Angling his head, he says, ‘What?’
I shake my head faintly. ‘When I didn’t like you, the fact that you were so hot played against you.’
He smirks. ‘You don’t say.’
Struggling to find the right words, I lean on my elbows. ‘If I was already angry at you for something you said or did, I’d look at you and just get angrier. Because it seemed so unfair to be given a face like that and use it for nothing but … egocentric causes. I’m guessing that’s not how it normally works for you – or I guess I should say, not normally how it works against you.’
His mouth pulls up on one side and he shakes his head once. ‘Uh, no. That’s usually not the case.’
‘People find themselves letting you have your way, because you’re so beautiful that they don’t want to deny you anything.’
‘I feel so cheap now.’
‘You shouldn’t. It’s not your fault you were born looking the way you look –’
He barks a laugh, hand across his mouth, weirdly self-conscious. ‘Thanks for the … sympathy?’
‘What I mean is, how you look just intensifies everything else about you, which didn’t work with me, because I was raised to weigh people’s actions, to rank them higher than their looks. Superficial people can be swayed by surface beauty alone. It’s basic human nature to like pretty things, after all.’

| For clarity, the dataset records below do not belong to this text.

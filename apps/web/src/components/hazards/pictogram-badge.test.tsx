import { render, screen, within } from '@testing-library/react';
import { describe, expect, it } from 'vitest';
import { ghsCodes, ghsPictograms, safetyDeferral } from '@lotwise/shared';
import { HazardStatementList } from './hazard-statement-list';
import { PictogramBadge, PictogramList } from './pictogram-badge';
import { SafetyCaution } from './safety-caution';

describe('PictogramBadge', () => {
  it.each(ghsCodes)(
    'when %s is shown compact, then its code is visible and its meaning is accessible text',
    (code) => {
      const { container } = render(<PictogramBadge code={code} />);
      const badge = container.firstElementChild as HTMLElement;

      expect(badge).toHaveTextContent(code);
      expect(badge).toHaveTextContent(ghsPictograms[code].meaning);
      expect(badge).toHaveTextContent(ghsPictograms[code].symbol);
      // The drawing is decoration; the words carry the meaning.
      expect(container.querySelector('svg')).toHaveAttribute('aria-hidden', 'true');
    },
  );

  it('when shown large, then code, symbol name and meaning are all visible text', () => {
    render(<PictogramBadge code="GHS05" size="lg" />);

    expect(screen.getByText('GHS05')).toBeVisible();
    expect(screen.getByText('Corrosion')).toBeVisible();
    expect(screen.getByText('Corrosive to skin, eyes or metals')).toBeVisible();
  });

  it('when a chemical has pictograms, then they form a labelled list', () => {
    render(<PictogramList codes={['GHS02', 'GHS07']} />);

    const list = screen.getByRole('list', { name: 'GHS pictograms' });
    expect(within(list).getAllByRole('listitem')).toHaveLength(2);
    expect(list).toHaveTextContent('GHS02 Flame: Flammable');
  });
});

describe('HazardStatementList', () => {
  it('when a code is known, then its text shows; when unknown, then it points to the SDS', () => {
    render(<HazardStatementList codes={['H225', 'H999']} />);

    expect(screen.getByText('Highly flammable liquid and vapour')).toBeInTheDocument();
    expect(screen.getByText(/see SDS/)).toBeInTheDocument();
  });
});

describe('SafetyCaution', () => {
  it('shows the shared deferral to the SDS, local regulations and licensed practice', () => {
    render(<SafetyCaution />);
    expect(screen.getByText(safetyDeferral)).toBeInTheDocument();
  });
});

‘I’m not so sure I’m enjoying the turn of this conversation, to tell you the truth. I feel like I should go and rub some dirt on my face, or at least change into polyester plaid.’
I shake my head and try again. ‘When you showed up at Habitat with the cast of Mercy Killing, I’d already experienced, first hand, what it was like to be cared for by you. By the time I left that day, I knew what you’d done for Deb – and the knowledge of that beautiful part of you – the real you, apart from your looks – stunned me. But the combination of the compassion you were capable of and your physical beauty, right in front of me, was so overwhelming.’
His mouth drops open just slightly, and his brows draw together just as disconcertedly. ‘Dori, I’m no angel –’
‘I know, and I don’t expect you to be. You know I like the, uh …’ I feel the blush creeping over my ears, and with my hair in a messy knot at the nape of my neck, I know that tell-tale signal is visible. My voice drops to the lowest possible level. ‘… The naughty side of you too.’
He takes my hand from the table between us and holds it loosely in his, splayed open, tracing loops on my palm with the tip of his thumb. ‘Is that why I was able to say a few words I’m not allowed to say in the daylight, when I whispered them to you last night?’ His voice is low and rough, dragging something deep inside me to the surface. He leans closer. ‘When I told you what I was going to do to you before I did it? When I told you what to do to me?’
My face floods with heat and memory. I had been beyond shocked to discover that those forbidden words – some of which he’s never spoken in front of me – made my body go liquid under his as he whispered them in the dark, his voice husky and demanding.
When he sat on the edge of my cramped bed this morning, stretching, his shoulder blades bore the evidence of my enthusiasm. And he seemed to have a bruise or two in curious spots. I was mortified.
‘I hurt you,’ I said miserably, tracing my fingers over the thin lines on his back.
He turned and flattened me against the bed in the space of one blink, his chest pressed to mine, his elbows bearing his weight. ‘If you ever apologize to me for doing,’ he closed his eyes and then flashed them open, ‘anything you did to me last night, I’ll have no choice but to punish you.’
‘Oh?’ I whispered, my imagination running rampant.
He smiled wolfishly. ‘In the heat of the moment, it appears we forgot to employ that scarf you were promising to produce. The next time you give me a few hours of your time, Dorcas Cantrell, I think we have a few new things to try.’
His soft laugh brings me back to the Starbucks. ‘I always feel like doing a quick fist-pump when I manage to say something that makes you blush well beyond the ears,’ he says.
‘Meanie.’
‘You know you love it.’
‘I’m a glutton for punishment, apparently.’ Another wave of pink descends after I realize I just used the word punishment, and he chuckles again.
Tapping a coffee stirrer on the table, he stares at it before sighing. ‘Dori, what you said about the “real” me – I’m trying to be a better human being, but I’m still the same guy. People can only change so much.’
My heart aches at the truth of those words, and how they apply to the thing I’m dreading most – losing him. But I know he’s referring to other, more personally important changes. ‘You underestimate yourself, Reid. As always. You have a good heart, and now your eyes are more open to other people, to suffering you can do something about. All you have to do is not close them again. I know, better than anyone, that everything isn’t fixable.’
Everything isn’t fixable, and miracles are only happy twists of fate. Fate can so easily twist in the opposite direction. I face that fact every time my sister looks right through me.
13
BROOKE
‘Brooke, where are you? I heard a rumour that you’re in Texas. Is that true?’ Janelle’s voice is a bit overly-screechy before my second cup of coffee. Truthfully, it’s screechy all the time. I love her, but Christ, when she’s worked up, her voice could pierce steel. I hold the phone a foot away from my ear, only bringing it close to speak.